## Assignment
Your answer should consist only of the lines below from the one with "the limits of" through the one with "() => 'saved", copied exactly.

## Task data
_ _ _
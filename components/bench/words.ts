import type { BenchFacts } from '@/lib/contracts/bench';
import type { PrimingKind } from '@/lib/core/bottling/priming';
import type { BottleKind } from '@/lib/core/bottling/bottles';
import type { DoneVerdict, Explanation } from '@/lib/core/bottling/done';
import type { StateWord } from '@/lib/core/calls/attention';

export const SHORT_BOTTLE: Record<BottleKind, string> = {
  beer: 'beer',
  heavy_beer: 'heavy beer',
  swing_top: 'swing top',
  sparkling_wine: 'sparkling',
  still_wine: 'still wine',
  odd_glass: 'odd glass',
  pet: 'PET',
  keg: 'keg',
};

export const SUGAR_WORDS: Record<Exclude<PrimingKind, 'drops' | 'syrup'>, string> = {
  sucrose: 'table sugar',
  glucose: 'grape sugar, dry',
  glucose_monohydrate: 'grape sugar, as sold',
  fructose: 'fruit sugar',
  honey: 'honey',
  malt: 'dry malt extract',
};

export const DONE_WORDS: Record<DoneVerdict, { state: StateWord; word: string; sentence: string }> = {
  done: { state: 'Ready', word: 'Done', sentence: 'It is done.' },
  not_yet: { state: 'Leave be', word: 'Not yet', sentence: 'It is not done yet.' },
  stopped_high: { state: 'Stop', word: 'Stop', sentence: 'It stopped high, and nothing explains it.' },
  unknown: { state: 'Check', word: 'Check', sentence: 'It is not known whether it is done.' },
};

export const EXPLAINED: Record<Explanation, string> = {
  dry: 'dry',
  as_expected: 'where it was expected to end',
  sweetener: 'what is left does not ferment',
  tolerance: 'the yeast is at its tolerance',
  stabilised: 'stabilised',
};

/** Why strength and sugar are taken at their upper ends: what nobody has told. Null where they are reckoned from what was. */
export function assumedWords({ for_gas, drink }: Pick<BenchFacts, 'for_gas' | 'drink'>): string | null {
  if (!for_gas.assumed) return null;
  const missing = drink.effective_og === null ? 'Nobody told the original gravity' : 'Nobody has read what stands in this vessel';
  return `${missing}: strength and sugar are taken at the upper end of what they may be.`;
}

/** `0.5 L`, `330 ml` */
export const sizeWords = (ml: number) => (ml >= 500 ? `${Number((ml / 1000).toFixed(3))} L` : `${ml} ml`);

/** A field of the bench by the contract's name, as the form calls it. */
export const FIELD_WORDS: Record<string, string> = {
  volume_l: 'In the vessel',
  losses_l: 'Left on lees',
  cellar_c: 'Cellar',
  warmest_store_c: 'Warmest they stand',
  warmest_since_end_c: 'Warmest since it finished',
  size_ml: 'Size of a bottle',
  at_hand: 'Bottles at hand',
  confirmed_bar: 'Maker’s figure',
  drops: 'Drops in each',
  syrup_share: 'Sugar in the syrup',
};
_ _ _
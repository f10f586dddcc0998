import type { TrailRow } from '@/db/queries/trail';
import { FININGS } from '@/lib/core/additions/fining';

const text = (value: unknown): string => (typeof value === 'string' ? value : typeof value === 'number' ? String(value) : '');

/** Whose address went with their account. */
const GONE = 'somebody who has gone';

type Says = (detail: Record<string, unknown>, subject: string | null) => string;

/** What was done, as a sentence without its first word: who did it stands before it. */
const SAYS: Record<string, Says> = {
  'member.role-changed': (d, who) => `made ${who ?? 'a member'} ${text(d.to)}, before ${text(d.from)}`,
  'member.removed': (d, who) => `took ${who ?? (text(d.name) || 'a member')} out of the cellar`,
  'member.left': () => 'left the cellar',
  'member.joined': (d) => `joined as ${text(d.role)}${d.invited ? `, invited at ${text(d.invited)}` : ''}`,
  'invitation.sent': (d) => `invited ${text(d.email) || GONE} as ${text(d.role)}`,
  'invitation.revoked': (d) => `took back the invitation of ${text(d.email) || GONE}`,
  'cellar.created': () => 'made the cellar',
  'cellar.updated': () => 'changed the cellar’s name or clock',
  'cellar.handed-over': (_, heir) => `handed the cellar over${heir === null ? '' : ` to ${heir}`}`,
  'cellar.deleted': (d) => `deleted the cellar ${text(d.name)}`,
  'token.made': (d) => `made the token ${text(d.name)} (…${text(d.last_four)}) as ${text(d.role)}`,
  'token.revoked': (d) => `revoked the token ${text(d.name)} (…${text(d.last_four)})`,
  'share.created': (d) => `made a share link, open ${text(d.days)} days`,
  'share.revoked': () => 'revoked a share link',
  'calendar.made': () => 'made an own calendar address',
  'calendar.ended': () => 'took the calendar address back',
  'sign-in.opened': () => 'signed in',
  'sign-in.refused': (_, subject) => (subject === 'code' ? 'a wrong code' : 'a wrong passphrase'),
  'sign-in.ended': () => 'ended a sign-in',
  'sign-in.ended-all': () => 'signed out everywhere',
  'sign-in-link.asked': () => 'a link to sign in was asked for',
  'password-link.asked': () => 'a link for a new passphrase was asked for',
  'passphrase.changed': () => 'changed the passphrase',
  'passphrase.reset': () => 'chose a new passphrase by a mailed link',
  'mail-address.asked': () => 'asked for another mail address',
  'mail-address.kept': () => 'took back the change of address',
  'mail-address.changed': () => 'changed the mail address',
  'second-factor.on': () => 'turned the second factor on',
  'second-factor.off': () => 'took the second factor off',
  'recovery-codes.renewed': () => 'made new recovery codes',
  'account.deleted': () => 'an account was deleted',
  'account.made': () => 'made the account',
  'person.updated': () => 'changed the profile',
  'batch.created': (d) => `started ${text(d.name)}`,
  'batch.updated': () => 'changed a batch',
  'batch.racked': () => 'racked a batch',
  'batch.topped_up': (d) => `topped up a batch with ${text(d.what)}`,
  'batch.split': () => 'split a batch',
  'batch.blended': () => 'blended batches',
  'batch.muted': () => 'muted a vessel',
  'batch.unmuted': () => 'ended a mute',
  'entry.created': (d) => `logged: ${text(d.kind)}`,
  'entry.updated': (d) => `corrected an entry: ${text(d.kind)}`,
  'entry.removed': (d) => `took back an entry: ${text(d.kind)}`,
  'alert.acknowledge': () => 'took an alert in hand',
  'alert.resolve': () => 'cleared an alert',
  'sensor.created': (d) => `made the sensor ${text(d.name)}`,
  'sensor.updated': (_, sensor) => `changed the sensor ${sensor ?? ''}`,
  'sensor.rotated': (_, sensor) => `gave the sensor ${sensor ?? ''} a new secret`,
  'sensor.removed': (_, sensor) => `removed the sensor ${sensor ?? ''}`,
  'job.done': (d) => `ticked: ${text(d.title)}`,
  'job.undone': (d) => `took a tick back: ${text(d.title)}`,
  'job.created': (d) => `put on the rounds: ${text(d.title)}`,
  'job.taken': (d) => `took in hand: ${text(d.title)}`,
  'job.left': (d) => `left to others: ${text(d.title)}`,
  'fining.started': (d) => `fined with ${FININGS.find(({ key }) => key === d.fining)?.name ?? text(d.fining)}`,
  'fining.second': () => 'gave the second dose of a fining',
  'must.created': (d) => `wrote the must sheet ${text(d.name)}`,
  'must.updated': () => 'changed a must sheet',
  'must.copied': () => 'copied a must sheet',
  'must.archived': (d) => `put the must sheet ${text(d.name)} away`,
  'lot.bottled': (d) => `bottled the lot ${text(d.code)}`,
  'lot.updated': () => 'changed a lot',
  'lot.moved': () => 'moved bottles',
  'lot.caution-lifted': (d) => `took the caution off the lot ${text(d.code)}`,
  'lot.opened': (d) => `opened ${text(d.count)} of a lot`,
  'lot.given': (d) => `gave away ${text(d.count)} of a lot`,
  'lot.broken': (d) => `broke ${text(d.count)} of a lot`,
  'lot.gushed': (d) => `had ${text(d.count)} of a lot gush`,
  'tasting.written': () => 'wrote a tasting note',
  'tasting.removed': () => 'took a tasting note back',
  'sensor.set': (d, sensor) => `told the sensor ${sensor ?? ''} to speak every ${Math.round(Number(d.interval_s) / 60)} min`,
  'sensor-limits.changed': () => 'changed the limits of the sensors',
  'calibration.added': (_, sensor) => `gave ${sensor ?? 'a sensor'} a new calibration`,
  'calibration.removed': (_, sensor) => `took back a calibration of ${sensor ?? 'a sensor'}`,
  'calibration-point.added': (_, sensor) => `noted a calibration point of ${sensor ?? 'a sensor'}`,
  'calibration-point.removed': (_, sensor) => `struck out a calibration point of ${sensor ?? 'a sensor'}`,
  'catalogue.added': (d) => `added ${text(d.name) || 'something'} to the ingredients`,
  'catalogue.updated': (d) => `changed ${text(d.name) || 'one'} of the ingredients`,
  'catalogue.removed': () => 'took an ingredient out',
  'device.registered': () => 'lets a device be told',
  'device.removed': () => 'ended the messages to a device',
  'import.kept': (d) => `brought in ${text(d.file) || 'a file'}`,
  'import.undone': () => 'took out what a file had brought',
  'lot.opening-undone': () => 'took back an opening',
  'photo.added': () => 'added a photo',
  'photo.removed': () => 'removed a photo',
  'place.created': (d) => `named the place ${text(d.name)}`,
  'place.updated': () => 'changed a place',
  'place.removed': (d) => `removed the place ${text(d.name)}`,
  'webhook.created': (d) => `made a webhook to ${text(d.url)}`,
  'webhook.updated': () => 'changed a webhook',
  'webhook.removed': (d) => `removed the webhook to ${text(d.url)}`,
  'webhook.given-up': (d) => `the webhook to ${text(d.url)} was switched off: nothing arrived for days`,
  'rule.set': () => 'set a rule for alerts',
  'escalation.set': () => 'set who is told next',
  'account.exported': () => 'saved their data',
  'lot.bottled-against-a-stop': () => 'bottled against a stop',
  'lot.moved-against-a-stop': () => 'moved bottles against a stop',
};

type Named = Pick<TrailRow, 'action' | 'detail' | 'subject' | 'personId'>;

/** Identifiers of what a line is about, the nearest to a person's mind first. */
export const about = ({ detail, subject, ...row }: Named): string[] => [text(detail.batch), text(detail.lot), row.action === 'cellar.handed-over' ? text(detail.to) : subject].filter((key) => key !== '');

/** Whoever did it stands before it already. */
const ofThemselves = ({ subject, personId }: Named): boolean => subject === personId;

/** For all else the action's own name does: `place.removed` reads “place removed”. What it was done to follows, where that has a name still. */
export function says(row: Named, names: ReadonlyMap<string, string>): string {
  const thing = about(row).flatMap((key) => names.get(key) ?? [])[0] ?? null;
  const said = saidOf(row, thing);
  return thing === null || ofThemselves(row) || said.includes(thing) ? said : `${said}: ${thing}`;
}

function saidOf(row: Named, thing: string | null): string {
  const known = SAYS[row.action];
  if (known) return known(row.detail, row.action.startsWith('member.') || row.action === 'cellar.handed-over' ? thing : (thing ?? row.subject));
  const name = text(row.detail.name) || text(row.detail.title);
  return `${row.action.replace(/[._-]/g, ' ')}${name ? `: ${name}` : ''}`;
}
_ _ _
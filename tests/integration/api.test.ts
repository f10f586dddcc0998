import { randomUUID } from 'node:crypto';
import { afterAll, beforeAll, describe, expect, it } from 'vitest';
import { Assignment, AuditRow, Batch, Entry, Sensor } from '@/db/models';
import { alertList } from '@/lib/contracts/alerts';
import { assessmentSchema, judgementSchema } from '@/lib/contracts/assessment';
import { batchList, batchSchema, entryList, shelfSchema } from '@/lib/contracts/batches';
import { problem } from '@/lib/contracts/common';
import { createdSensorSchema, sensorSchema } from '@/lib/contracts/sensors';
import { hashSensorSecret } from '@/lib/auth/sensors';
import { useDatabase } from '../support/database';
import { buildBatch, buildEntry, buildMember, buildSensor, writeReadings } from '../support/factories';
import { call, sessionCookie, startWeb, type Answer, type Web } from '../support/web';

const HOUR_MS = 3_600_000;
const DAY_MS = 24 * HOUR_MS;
_ _ _
## Finished exercise
  'sensor-limits.changed': () => 'changed the limits of the sensors',
  'calibration.added': (_, sensor) => `gave ${sensor ?? 'a sensor'} a new calibration`,
  'calibration.removed': (_, sensor) => `took back a calibration of ${sensor ?? 'a sensor'}`,
  'calibration-point.added': (_, sensor) => `noted a calibration point of ${sensor ?? 'a sensor'}`,
  'calibration-point.removed': (_, sensor) => `struck out a calibration point of ${sensor ?? 'a sensor'}`,
  'catalogue.added': (d) => `added ${text(d.name) || 'something'} to the ingredients`,
  'catalogue.updated': (d) => `changed ${text(d.name) || 'one'} of the ingredients`,
  'catalogue.removed': () => 'took an ingredient out',
  'device.registered': () => 'lets a device be told',
  'device.removed': () => 'ended the messages to a device',
  'import.kept': (d) => `brought in ${text(d.file) || 'a file'}`,
  'import.undone': () => 'took out what a file had brought',
  'lot.opening-undone': () => 'took back an opening',
  'photo.added': () => 'added a photo',
  'photo.removed': () => 'removed a photo',
  'place.created': (d) => `named the place ${text(d.name)}`,
  'place.updated': () => 'changed a place',
  'place.removed': (d) => `removed the place ${text(d.name)}`,
  'webhook.created': (d) => `made a webhook to ${text(d.url)}`,
  'webhook.updated': () => 'changed a webhook',
  'webhook.removed': (d) => `removed the webhook to ${text(d.url)}`,
  'webhook.given-up': (d) => `the webhook to ${text(d.url)} was switched off: nothing arrived for days`,
  'rule.set': () => 'set a rule for alerts',
  'escalation.set': () => 'set who is told next',
  'account.exported': () => 'saved their data',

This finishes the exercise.